* [What you need to do] Reproduce, unaltered, the line with "const methods = router.methodsOf(req.path);" along with every line that follows it in the records, up to the last.

Segment Start: Record excerpts

import { problemTypes } from '@trammel/shared/problem';
import type { RequestHandler } from 'express';
import type { ApiRouter } from './api-router.ts';
import { BorderProblem, NotFound } from './problems.ts';

/** What no route took: another method of a known path is 405 with the methods it takes, everything else 404. */
export function noSuchRoute(router: ApiRouter): RequestHandler {
  return (req, _res, next) => {
    const methods = router.methodsOf(req.path);
    if (methods.length === 0) {
      next(new NotFound('There is no such address.'));
      return;
    }
    const allow = methods.join(', ');
    const detail = `This address takes ${allow}.`;
    next(
      new BorderProblem(405, 'Method not allowed', problemTypes.methodNotAllowed, detail, { Allow: allow }),
    );
  };
}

Segment End: Record excerpts

* [Task response]
    const methods = router.methodsOf(req.path);
    if (methods.length === 0) {
      next(new NotFound('There is no such address.'));
      return;
    }
    const allow = methods.join(', ');
    const detail = `This address takes ${allow}.`;
    next(
      new BorderProblem(405, 'Method not allowed', problemTypes.methodNotAllowed, detail, { Allow: allow }),
    );
  };
}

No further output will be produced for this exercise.